つじこ 「とりあえずオレらにはインカムがある!! これでなんとか凌ごう!」 
bar オ゙━o(`・д・´)ノ━!!

 

 お店を出てからいそいそと二人してカッパを装着。徳島の山中で間違いなく遭遇するであろう豪雨のために完全防備で出発したボクたちは徳島市内の見事な渋滞をパスし、吉野川を渡ってICから徳島道へ。豪雨が待っているのは確実なのに高速に乗らねばならないというツラさ......。ここでふと思った。知らない方が幸せなのではないか?

 

bar 「おぉ。前見てみ。すげー雲......」
つじこ 「しゃーないですな。
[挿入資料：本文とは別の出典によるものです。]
"""What instruments did, undone per harmonic: filters against SciPy, frames and delays against the time domain."""

from __future__ import annotations

import numpy as np
import pytest
from scipy import signal as scipy_signal

import pulsekit as pk
from pulsekit.errors import InputError, UnitError
from pulsekit.trace import Signal
from pulsekit.trace.channel import (
    MOST_GAIN,
    butterworth_response,
    calibrated,
    delay_response,
    frame_response,
    high_pass_response,
    second_order_response,
    usable_orders,
)

FREQUENCY = np.array([0.0, 0.3, 1.0, 4.0, 10.0, 25.0, 80.0])


@pytest.mark.parametrize("order", [1, 2, 3, 4, 5, 8])
def test_butterworth_against_scipy(order):
    b, a = scipy_signal.butter(order, 2 * np.pi * 10.0, analog=True)
    _, expected = scipy_signal.freqs(b, a, 2 * np.pi * FREQUENCY)
    # SciPy's polynomial of order 8 spans 15 decades: 1e-12 is its rounding.
    np.testing.assert_allclose(butterworth_response(FREQUENCY, 10.0, order), expected, rtol=1e-11, atol=1e-13)


def test_second_order_against_scipy():
    natural, damping = 18.0, 0.3
    w = 2 * np.pi * natural
    _, expected = scipy_signal.freqs([w**2], [1, 2 * damping * w, w**2], 2 * np.pi * FREQUENCY)
    np.testing.assert_allclose(second_order_response(FREQUENCY, natural, damping), expected, rtol=1e-13)


def test_high_pass_against_scipy():
    b, a = scipy_signal.butter(1, 2 * np.pi * 0.5, btype="high", analog=True)
    _, expected = scipy_signal.freqs(b, a, 2 * np.pi * FREQUENCY)
    np.testing.assert_allclose(high_pass_response(FREQUENCY, 0.5), expected, rtol=1e-13, atol=1e-15)
    assert high_pass_response(0.0, 0.5) == 0


def test_a_response_in_time():
    """A second-order line driven by a sine, marched in time, settles to the factor."""
    natural, damping, drive = 12.0, 0.4, 7.0
    w = 2 * np.pi * natural
    time = np.linspace(0, 4, 80001)
    _, out, _ = scipy_signal.lsim(([w**2], [1, 2 * damping * w, w**2]), np.cos(2 * np.pi * drive * time), time)
    late = time > 2
    expected = (second_order_response(drive, natural, damping) * np.exp(2j * np.pi * drive * time[late])).real
    # lsim interpolates its input linearly: (omega dt)^2/12 of the amplitude.
    np.testing.assert_allclose(out[late], expected, atol=1e-6)


@pytest.mark.parametrize("stamp", ["middle", "start"])
@pytest.mark.parametrize("window", [0.02, 0.0358, 0.2, 1.0])
def test_a_mean_over_a_frame_in_time(stamp, window):
    """The exact integral of a harmonic over the window, stamped at its middle or its start."""
    period, order, stamps = 0.9, 3, np.linspace(0, 0.9, 7)
    omega = 2 * np.pi * order / period
    begin = stamps if stamp == "start" else stamps - window / 2
    exact = (np.sin(omega * (begin + window)) - np.sin(omega * begin)) / (omega * window)
    found = (frame_response(order, window, period, stamp=stamp) * np.exp(1j * omega * stamps)).real
    np.testing.assert_allclose(found, exact, atol=1e-12)


def test_a_window_of_the_whole_period_holds_only_the_mean():
    np.testing.assert_allclose(frame_response(np.arange(4), 1.0, 1.0), [1, 0, 0, 0], atol=1e-15)


def test_a_delay_in_time():
    true = pk.Harmonics(frequency=1.2, coefficients=[1, 2 - 1j, 0.5j])
    recorded = true.multiplied(delay_response(1.2 * np.arange(3), 0.004))
    time = np.linspace(0, 1, 11)
    # A record that is late shows at time t what happened at t - delay.
    np.testing.assert_allclose(recorded.evaluate(time), true.evaluate(time - 0.004), atol=1e-14)


def test_undoing_stops_where_it_would_magnify_more_than_threefold():
    response = butterworth_response(np.arange(30.0), 10.0, 2)
    usable = usable_orders(response)
    assert np.all(np.abs(response[1 : usable + 1]) >= 1 / MOST_GAIN)
    assert abs(response[usable + 1]) < 1 / MOST_GAIN
    # 1/sqrt(1 + x^4) = 1/3 at x = 8^(1/4) = 1.68
    assert usable == 16
    assert usable_orders(np.ones(8, dtype=complex)) == 7
    # A zero inside the row (a frame of half the period at order 2) ends it there, whatever comes after.
    assert usable_orders(frame_response(np.arange(6), 0.5, 1.0)) == 1


def test_samples_of_an_uncertain_filter_broadcast():
    corners = np.array([[9.0], [10.0], [11.0]])
    assert butterworth_response(np.arange(5.0), corners, 2).shape == (3, 5)
    assert second_order_response(np.arange(5.0), corners, 0.4).shape == (3, 5)
    assert frame_response(np.arange(5.0), corners / 100, 1.0).shape == (3, 5)


def test_the_filter_of_a_catheter_enters_the_interval():
    """First order: d ln(1/H) for natural frequency and damping, against the difference of two calls."""
    f, natural, damping, u = 6.0, 20.0, 0.3, 1e-4
    slope = (1 / second_order_response(f, natural * (1 + u), damping) - 1 / second_order_response(f, natural * (1 - u), damping)) / (2 * u)
    r = f / natural
    # 1/H = 1 - r^2 + 2 i D r and natural dr/dnatural = -r.
    assert slope == pytest.approx(2 * r**2 - 2j * damping * r, rel=1e-6)


@pytest.mark.parametrize("order", [0, -1])
def test_an_order_below_one_is_refused(order):
    with pytest.raises(InputError, match="at least 1"):
        butterworth_response(1.0, 10.0, order)


# --- calibration ---


def test_calibration_of_volts():
    raw = Signal([0, 1, 2], [1.002, 3.002, 5.002], unit="V", name="p")
    done = calibrated(raw, "25 bar/V", "1.002 V")
    np.testing.assert_allclose(done.values, [0, 50e5, 100e5], atol=1e-6)
    assert (done.unit, done.dimension) == ("bar", "pressure")
    assert any("25 bar/V" in remark for remark in done.remarks)


def test_calibration_in_milliamperes_and_small_units():
    raw = Signal([0, 1], [0.004, 0.020], unit="mA", name="p")  # values of a signal are SI
    np.testing.assert_allclose(calibrated(raw, "25 bar/mA", "4 mA").values, [0, 400e5], atol=1e-6)


def test_a_zero_alone_shifts():
    raw = Signal([0, 1], [133.322387415, 266.64477483], unit="mmHg", name="p")
    done = calibrated(raw, None, "1 mmHg")
    np.testing.assert_allclose(done.values, [0, 133.322387415], atol=1e-9)


@pytest.mark.parametrize("slope", ["25 bar", "bar/V", "x bar/V", "25 bar/furlong"])
def test_a_calibration_that_is_none_is_refused(slope):
    with pytest.raises(InputError, match="calibration"):
        calibrated(Signal([0, 1], [1.0, 2.0], unit="V", name="p"), slope)


def test_a_calibration_per_another_unit_is_refused():
    with pytest.raises(UnitError):
        calibrated(Signal([0, 1], [1.0, 2.0], unit="mmHg", name="p"), "25 bar/V")


# --- the whole road ---


def test_frames_of_a_gated_cycle_come_back():
    """24 frames, each the mean over its own time and stamped at its start: the course comes back exactly up to the kept harmonics."""
    period, frames = 0.96, 24
    step = period / frames
    true = pk.Harmonics(frequency=1 / period, coefficients=[3, 2 - 1j, 1j, 0.4, 0.1 - 0.2j, 0.05])
    order = np.arange(6)
    starts = np.arange(frames) * step
    seen = true.multiplied(frame_response(order, step, period, stamp="start")).evaluate(starts)
    harmonics = pk.decompose(pk.find_cycles(Signal(starts, seen), period=period), count=5)
    back = harmonics.multiplied(1 / frame_response(order, step, period, stamp="start"))
    np.testing.assert_allclose(back.coefficients, true.coefficients, atol=1e-12)
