"""What a Fluid takes, keeps and refuses, and many draws of its givens at once."""

import pickle

import numpy as np
import pytest

from pulsekit.errors import InputError, UnitError
from pulsekit.fluids import FLUID_KINDS, Fluid, blood, glycerol_solution, hydraulic_oil, sample, sample_fluid, water

MADE = {
    "given": lambda: Fluid(density="1060 kg/m^3 ± 1 %", viscosity="3.5 mPa*s ± 5 %", bulk_modulus="2.2 GPa"),
    "kinematic": lambda: Fluid(density="860 kg/m^3", kinematic_viscosity="46 cSt ± 5 %"),
    "kinematic under viscosity": lambda: Fluid(density="860 kg/m^3", viscosity="46 cSt ± 5 %"),
    "blood": lambda: blood(haematocrit="0.42 ± 0.02", temperature="36 degC"),
    "blood, measured": lambda: blood(haematocrit=0.42, viscosity="3.9 mPa*s ± 3 %"),
    "water": lambda: water("25 degC"),
    "water under pressure": lambda: water("25 degC", pressure="50 bar(g)"),
    "glycerol by mass": lambda: glycerol_solution(mass_fraction="40 % ± 1 %", temperature="22 degC"),
    "glycerol by volume": lambda: glycerol_solution(volume_fraction=0.4, temperature="22 degC"),
    "glycerol by density": lambda: glycerol_solution(density="1.1 g/cm^3", temperature="22 degC", density_at="20 degC"),
    "oil": lambda: hydraulic_oil(46, "45 degC"),
    "oil under pressure": lambda: hydraulic_oil(46, "45 degC", pressure="180 bar(g)", density="876 kg/m^3"),
    "oil, measured": lambda: hydraulic_oil(46, "45 degC", viscosity="35 cSt", bulk_modulus="1.6 GPa"),
}


@pytest.mark.parametrize("name", MADE)
def test_drawing_the_givens_at_their_values_gives_the_fluid(name):
    fluid = MADE[name]()
    density, viscosity, modulus = sample_fluid(fluid, {key: np.full(3, given.value) for key, given in fluid.givens.items()})
    np.testing.assert_allclose(np.broadcast_to(density, 3), fluid.density, rtol=1e-12)
    # A measured kinematic viscosity is converted when it is given, with the density of the run.
    np.testing.assert_allclose(np.broadcast_to(viscosity, 3), fluid.viscosity, rtol=1e-12)
    if fluid.bulk_modulus is None:
        assert modulus is None
    else:
        np.testing.assert_allclose(np.broadcast_to(modulus, 3), fluid.bulk_modulus, rtol=1e-12)


@pytest.mark.parametrize("name", MADE)
def test_fluids_survive_pickling_and_a_change_of_name(name):
    fluid = MADE[name]()
    again = pickle.loads(pickle.dumps(fluid))
    assert again == fluid
    assert dict(again.givens) == dict(fluid.givens)
    assert (again.remarks, again.sources) == (fluid.remarks, fluid.sources)
    named = fluid.replace(name="bath 3")
    assert named.name == "bath 3"
    assert (named.density, named.viscosity, named.bulk_modulus, named.kind) == (
        fluid.density,
        fluid.viscosity,
        fluid.bulk_modulus,
        fluid.kind,
    )
    assert dict(named.givens) == dict(fluid.givens)
    with pytest.raises(AttributeError):
        fluid.density = 1.0


@pytest.mark.parametrize("name", MADE)
def test_correlations_state_their_accuracy_and_where_they_come_from(name):
    fluid = MADE[name]()
    if fluid.kind == "given":
        return
    assert fluid.sources
    assert "viscosity" in fluid.givens or fluid.givens["correlation"].standard_uncertainty > 0
    assert fluid.kind in FLUID_KINDS


def test_the_correlation_factor_scales_the_viscosity():
    fluid = blood()
    factors = np.array([0.9, 1.0, 1.1])
    np.testing.assert_allclose(sample_fluid(fluid, {"correlation": factors})[1], factors * fluid.viscosity, rtol=1e-12)


def test_sampling_names_what_is_missing():
    with pytest.raises(InputError, match="needs temperature"):
        sample("blood", {"haematocrit": 0.45})
    with pytest.raises(InputError, match="not known"):
        sample("honey", {})


def test_one_viscosity_and_only_one():
    with pytest.raises(InputError, match="neither was given"):
        Fluid(density=1000.0)
    with pytest.raises(InputError, match="both were given"):
        Fluid(density=1000.0, viscosity=1e-3, kinematic_viscosity=1e-6)


def test_either_kind_of_viscosity_under_viscosity_is_remarked():
    fluid = Fluid(density="860 kg/m^3", viscosity="46 cSt")
    assert fluid.viscosity == pytest.approx(46e-6 * 860, rel=1e-14)
    assert any("kinematic" in remark and "860" in remark for remark in fluid.remarks)
    other = Fluid(density="860 kg/m^3", kinematic_viscosity="39.56 mPa*s")
    assert other.kinematic_viscosity == pytest.approx(46e-6, rel=1e-12)
    assert any("dynamic" in remark for remark in other.remarks)
    assert not Fluid(density="860 kg/m^3", kinematic_viscosity="46 cSt").remarks


@pytest.mark.parametrize(
    ("arguments", "name"),
    [
        ({"density": -1000.0}, "density"), ({"density": 0.0}, "density"), ({"density": float("nan")}, "density"), ({"density": "3 mm"}, "density"),
        ({"viscosity": 0.0}, "viscosity"), ({"viscosity": "-3 mPa*s"}, "viscosity"), ({"viscosity": "3 mm"}, "viscosity"), ({"viscosity": "inf"}, "viscosity"),
        ({"bulk_modulus": "0 Pa"}, "bulk_modulus"), ({"bulk_modulus": "3 m"}, "bulk_modulus"), ({"vapour_pressure": "-0.5 bar(a)"}, "vapour_pressure"),
        ({"temperature": "3 m"}, "temperature"), ({"temperature": -3.0}, "temperature"),
    ],
)  # fmt: skip
def test_what_is_not_physical_is_an_error_that_names_it(arguments, name):
    with pytest.raises(InputError) as caught:
        Fluid(**({"density": 1000.0, "viscosity": 1e-3} | arguments))
    assert caught.value.name == name
    assert name in str(caught.value)


def test_wrong_dimensions_are_unit_errors():
    with pytest.raises(UnitError):
        Fluid(density="3 mm", viscosity=1e-3)


def test_vapour_pressure_is_absolute_unless_it_says_gauge():
    assert Fluid(density=1000.0, viscosity=1e-3, vapour_pressure="2.3 kPa").vapour_pressure == 2300.0
    assert Fluid(density=1000.0, viscosity=1e-3, vapour_pressure="-0.99 bar(g)").vapour_pressure == pytest.approx(2325.0, rel=1e-12)


def test_unusual_values_are_remarked_and_usual_ones_not():
    assert any("unusual" in remark for remark in Fluid(density="1.06 kg/m^3", viscosity="3.5 mPa*s").remarks)
    assert any("unusual" in remark for remark in Fluid(density="1060 kg/m^3", viscosity="3500 Pa*s").remarks)
    assert not Fluid(density="1060 kg/m^3", viscosity="3.5 mPa*s").remarks


def test_a_viscosity_measured_at_another_temperature_is_remarked():
    fluid = Fluid(density=1060.0, viscosity="3.5 mPa*s", temperature="37 degC", measured_at="22 degC")
    assert any("22.0 °C" in remark and "37.0 °C" in remark and "per degree" in remark for remark in fluid.remarks)
    assert any("not stated" in remark for remark in Fluid(density=1060.0, viscosity="3.5 mPa*s", measured_at="22 degC").remarks)
    assert not Fluid(density=1060.0, viscosity="3.5 mPa*s", measured_at="22 degC", temperature="22 degC").remarks


def test_replacing_values():
    fluid = Fluid(density="1000 kg/m^3", kinematic_viscosity="2 cSt")
    assert fluid.replace(density="1100 kg/m^3").viscosity == pytest.approx(2.2e-3, rel=1e-12)
    assert fluid.replace(viscosity="5 mPa*s").kinematic_viscosity == pytest.approx(5e-6, rel=1e-12)
    assert fluid.replace(bulk_modulus="2 GPa").bulk_modulus == 2e9
    with pytest.raises(InputError, match="no 'colour'"):
        fluid.replace(colour="red")
    changed = blood().replace(density=1060.0)
    assert (changed.density, changed.viscosity, changed.kind) == (1060.0, blood().viscosity, "given")
    assert changed.givens["viscosity"].standard_uncertainty == pytest.approx(0.1 * changed.viscosity, rel=1e-12)
    # The oil's stated density holds at 15 °C: it must not come back as that of the line.
    oil = hydraulic_oil(46, "60 degC", density="880 kg/m^3")
    assert oil.replace(temperature="61 degC").density == oil.density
んじゃ昔を思い出して、しりとりでもしますか!」

 

 二人して「あ~るチヌ釣り研究会」をやっていた頃から、ヒマな時にはケツ出ししりとりというのは定番である。

 

bar 「して、お題は?」
つじこ 「では、『懐かしすぃ~芸能人』ってのはいかが?」
bar 「お。いいですな。では、どーぞ」
つじこ 「ピンクレディー。はい、『い』」
bar 「い、い、い、……井上順一!」
つじこ 「イケる……ち、ち、ち、ち……地井武男!」
bar 「おぉ。そういや最近TVではご無沙汰ですな。……お、お、お、お……岡部まり!」

 

 なんてやってたら、あっという間に辺りは暗くなり、んでもって徳島県三好あたりで予定通り豪雨。結局徳島ICから松山道の大洲ICまで、3時間ずーーーーーーーーーーーーーっとしりとりやってました。

 

 大洲ICから暗闇の中、やや陰鬱な雰囲気を感じつつ、道沿いにあった明屋書店を発見!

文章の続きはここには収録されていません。